//! Result folders shared with the user's own files.
//!
//! qheat records what it wrote in every result folder: a small JSON file,
//! [`MANIFEST`], with the program version, the kind of result (`solve`,
//! `failed-solve`, `coefficients`, `sweep`, `screen`, `generator`,
//! `cooler`, ...) and the names of the files and folders it put there.
//! That record decides what a later run may do with the folder:
//!
//! - a missing or empty folder is created or filled;
//! - a folder whose every entry is listed in its manifest holds a previous
//!   qheat result and is replaced: the files that result wrote (its
//!   manifest) are removed and the new ones put in, and nothing else;
//! - a folder holding anything else (entries not in a manifest, or no
//!   manifest at all) is refused with [`OutputError::InTheWay`], unless the
//!   caller passes [`OtherFiles::KeepBeside`]: then the other entries are
//!   left where they are and only those with the same name as a file of
//!   the new result are overwritten. No other entry is ever removed or
//!   changed;
//! - a sweep's point store (the `points/` folder, see
//!   [`crate::sweep::store`]) is removed by no command: a command that does
//!   not keep a store is refused a folder holding one
//!   ([`OutputError::StoreInTheWay`]), and a sweep or screen into such a
//!   folder keeps it and adds to it.
//!
//! # What an interrupted run leaves
//!
//! A result is assembled in a hidden staging folder `.qheat-partial-PID`
//! inside the result folder (the folder itself is never renamed, so `-o .`
//! works), each file written through a temporary name and a rename. The
//! commit then
//!
//! 1. writes a manifest listing the old and the new entries together, so
//!    that every entry in the folder is accounted for at every instant;
//! 2. removes the old `summary.json`, then the other files of the old
//!    result that the new one does not write;
//! 3. renames the new files into place, `summary.json` last;
//! 4. writes the manifest of the new result alone and removes the empty
//!    staging folder.
//!
//! The guarantee is therefore: every file is whole (never half-written),
//! and while a `summary.json` is in the folder every file listed in the
//! manifest belongs to the same result as that `summary.json` (the point
//! store excepted, which is shared by the sweeps run into the folder, each
//! under its own fingerprint). A run killed before step 2 leaves the old
//! result untouched; a run killed during steps 2–3 leaves a folder without
//! `summary.json`, which nothing takes for a result, and whose entries are
//! all listed in its manifest, so the next run into it replaces them
//! without asking. The next run also removes the staging folders and
//! temporary files of runs that are no longer running. Staging folders of
//! a run that is still running make the folder busy
//! ([`OutputError::Busy`]).
//!
//! Earlier versions of qheat staged a whole folder beside the result
//! (`.NAME.partial-PID`) and moved the old one aside (`.NAME.old-PID`);
//! such leftovers of killed runs are still cleaned: a partial folder is
//! removed, and an `.old-` folder whose result folder is missing is put
//! back (it was a complete qheat result, so its entries are recorded in a
//! new manifest).

use super::{OutputError, atomic_write, io};
use std::collections::BTreeSet;
use std::fs;
use std::path::{Path, PathBuf};

/// File name of the record of what qheat wrote into a result folder.
pub const MANIFEST: &str = ".qheat-manifest.json";

/// Name prefix of the staging folder of a run (followed by its process id).
const PARTIAL: &str = ".qheat-partial-";

/// The folder of a sweep's point store inside its result folder.
pub const STORE: &str = super::sweep::STORE_FOLDER;

/// How many entries in the way an error names before giving a count.
const LISTED: usize = 10;

/// The record of a result folder.
#[derive(Clone, Debug, PartialEq, serde::Serialize, serde::Deserialize)]
pub struct Manifest {
    /// Program name and version that wrote the folder.
    pub program: serde_json::Value,
    /// The kind of result (`solve`, `sweep`, ...).
    pub kind: String,
    /// Names of the files and folders qheat wrote at the top of the folder.
    pub entries: BTreeSet<String>,
}

impl Manifest {
    /// A record of `entries` by this program.
    pub fn new(kind: &str, entries: BTreeSet<String>) -> Self {
        Self {
            program: super::results::program(),
            kind: kind.to_string(),
            entries,
        }
    }

    /// The manifest of `dir`, or `None` when it has none or it cannot be
    /// read as one (then nothing in the folder counts as qheat's).
    pub fn read(dir: &Path) -> Option<Self> {
        let text = fs::read_to_string(dir.join(MANIFEST)).ok()?;
        serde_json::from_str(&text).ok()
    }

    /// Write this record into `dir` (through a temporary file).
    pub fn write(&self, dir: &Path) -> Result<(), OutputError> {
        let text = serde_json::to_string_pretty(self).expect("JSON of plain values");
        atomic_write(&dir.join(MANIFEST), text.as_bytes())
    }
}

/// What to do with entries of a result folder that qheat did not write.
#[derive(Clone, Copy, Debug, Default, PartialEq, Eq)]
pub enum OtherFiles {
    /// Refuse to write into a folder holding any (the default).
    #[default]
    Refuse,
    /// Leave them in place and write beside them; an entry with the same
    /// name as a file of the new result is overwritten by it.
    KeepBeside,
}

/// How a result is written into its folder.
#[derive(Clone, Debug)]
pub struct FolderOptions {
    /// Kind of result recorded in the manifest.
    pub kind: String,
    /// Entries qheat did not write: refused or kept.
    pub other_files: OtherFiles,
    /// True for commands that keep a sweep's point store and add to it
    /// (sweep, screen); every other command is refused a folder with one.
    pub keeps_store: bool,
}

impl FolderOptions {
    /// Options for a result of `kind` that refuses other files and keeps
    /// no point store.
    pub fn new(kind: &str) -> Self {
        Self {
            kind: kind.to_string(),
            other_files: OtherFiles::Refuse,
            keeps_store: false,
        }
    }

    /// The same with `other_files`.
    pub fn other_files(mut self, other_files: OtherFiles) -> Self {
        self.other_files = other_files;
        self
    }

    /// The same keeping (and adding to) a sweep's point store.
    pub fn keeping_store(mut self) -> Self {
        self.keeps_store = true;
        self
    }
}

impl Default for FolderOptions {
    fn default() -> Self {
        Self::new("result")
    }
}

/// "3 entries" / "1 entry".
fn entries_word(n: usize) -> &'static str {
    if n == 1 { "entry" } else { "entries" }
}

/// The first few names and how many more there are, for messages.
pub(crate) fn list_names(names: &[String]) -> String {
    let mut text = names
        .iter()
        .take(LISTED)
        .map(String::as_str)
        .collect::<Vec<_>>()
        .join(", ");
    if names.len() > LISTED {
        text.push_str(&format!(" and {} more", names.len() - LISTED));
    }
    text
}

pub(crate) fn in_the_way_message(dir: &Path, entries: &[String]) -> String {
    format!(
        "the result folder {} holds {} {} that qheat did not write: {}",
        dir.display(),
        entries.len(),
        entries_word(entries.len()),
        list_names(entries)
    )
}

/// True when a process with this id is running. Linux answers through
/// /proc; elsewhere nothing can be told.
fn process_alive(pid: u32) -> Option<bool> {
    if !Path::new("/proc/self").exists() {
        return None;
    }
    Some(Path::new("/proc").join(pid.to_string()).exists())
}

/// Staging folders and temporary files older than this are abandoned
/// where process ids cannot be checked.
const ABANDONED_AFTER: std::time::Duration = std::time::Duration::from_secs(24 * 3600);

/// True when the run `pid` that made `entry` is over.
fn abandoned(pid: u32, entry: &fs::DirEntry) -> bool {
    if pid == std::process::id() {
        return false;
    }
    match process_alive(pid) {
        Some(alive) => !alive,
        None => entry
            .metadata()
            .and_then(|m| m.modified())
            .ok()
            .and_then(|t| t.elapsed().ok())
            .is_some_and(|age| age > ABANDONED_AFTER),
    }
}

/// The process id of a temporary file `.NAME.tmp-PID` written by
/// [`atomic_write`].
fn temporary_pid(name: &str) -> Option<u32> {
    if !name.starts_with('.') {
        return None;
    }
    let (_, pid) = name.rsplit_once(".tmp-")?;
    pid.parse().ok()
}

/// Remove what killed runs of older versions left beside `final_dir`:
/// `.NAME.partial-PID` folders (never complete, so never a result) and
/// `.NAME.old-PID` folders. An `.old-` folder is a previous complete
/// result moved aside in the instant between two renames; if the final
/// folder is missing it is put back (with a manifest of its entries)
/// rather than removed. Folders of a process that is still running are
/// left alone.
fn clean_beside(final_dir: &Path) -> Result<(), OutputError> {
    let Some(name) = final_dir
        .file_name()
        .map(|n| n.to_string_lossy().into_owned())
    else {
        return Ok(());
    };
    let parent = final_dir
        .parent()
        .filter(|p| !p.as_os_str().is_empty())
        .unwrap_or(Path::new("."));
    let Ok(entries) = fs::read_dir(parent) else {
        return Ok(());
    };
    let partial = format!(".{name}.partial-");
    let old = format!(".{name}.old-");
    for entry in entries.flatten() {
        let file_name = entry.file_name().to_string_lossy().into_owned();
        let (is_old, pid) = if let Some(p) = file_name.strip_prefix(&partial) {
            (false, p)
        } else if let Some(p) = file_name.strip_prefix(&old) {
            (true, p)
        } else {
            continue;
        };
        let Ok(pid) = pid.parse::<u32>() else {
            continue;
        };
        if !abandoned(pid, &entry) {
            continue;
        }
        let path = entry.path();
        if is_old && !final_dir.exists() {
            fs::rename(&path, final_dir).map_err(io("restoring", final_dir))?;
            if Manifest::read(final_dir).is_none() {
                let entries = fs::read_dir(final_dir)
                    .map_err(io("listing", final_dir))?
                    .flatten()
                    .map(|e| e.file_name().to_string_lossy().into_owned())
                    .filter(|n| n != MANIFEST)
                    .collect();
                Manifest::new("restored", entries).write(final_dir)?;
            }
        } else {
            fs::remove_dir_all(&path).map_err(io("removing abandoned", &path))?;
        }
    }
    Ok(())
}

/// What is in a result folder.
#[derive(Debug, Default)]
struct Survey {
    /// Its manifest, if it has a readable one.
    manifest: Option<Manifest>,
    /// Entries listed in the manifest (present or not).
    owned: BTreeSet<String>,
    /// Entries present and not listed, sorted.
    others: Vec<String>,
    /// True when a point store is present and listed.
    store: bool,
}

/// Remove the staging folders and temporary files of finished runs from
/// `dir`, then sort its entries into qheat's and the others. Errors when
/// another run is writing into it.
fn survey(dir: &Path) -> Result<Survey, OutputError> {
    let mut survey = Survey::default();
    if !dir.exists() {
        return Ok(survey);
    }
    let entries = fs::read_dir(dir).map_err(io("listing", dir))?;
    survey.manifest = Manifest::read(dir);
    if let Some(m) = &survey.manifest {
        survey.owned = m.entries.clone();
    }
    let me = std::process::id();
    for entry in entries {
        let entry = entry.map_err(io("listing", dir))?;
        let name = entry.file_name().to_string_lossy().into_owned();
        if name == MANIFEST && survey.manifest.is_some() {
            continue;
        }
        if let Some(pid) = name
            .strip_prefix(PARTIAL)
            .and_then(|p| p.parse::<u32>().ok())
        {
            if pid == me {
                continue;
            }
            if abandoned(pid, &entry) {
                let path = entry.path();
                fs::remove_dir_all(&path).map_err(io("removing abandoned", &path))?;
                continue;
            }
            return Err(OutputError::Busy {
                dir: dir.to_path_buf(),
                pid,
            });
        }
        if let Some(pid) = temporary_pid(&name) {
            if abandoned(pid, &entry) {
                let path = entry.path();
                fs::remove_file(&path).map_err(io("removing abandoned", &path))?;
            }
            // A live run's temporary file is renamed or removed shortly.
            continue;
        }
        if survey.owned.contains(&name) {
            survey.store |= name == STORE;
        } else {
            survey.others.push(name);
        }
    }
    survey.others.sort();
    Ok(survey)
}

→ **What is required**
Whenever the string "holding" shows up in a line above, copy that line.

→ **Output of the exercise**
//! - a folder holding anything else (entries not in a manifest, or no
//!   not keep a store is refused a folder holding one
    /// Refuse to write into a folder holding any (the default).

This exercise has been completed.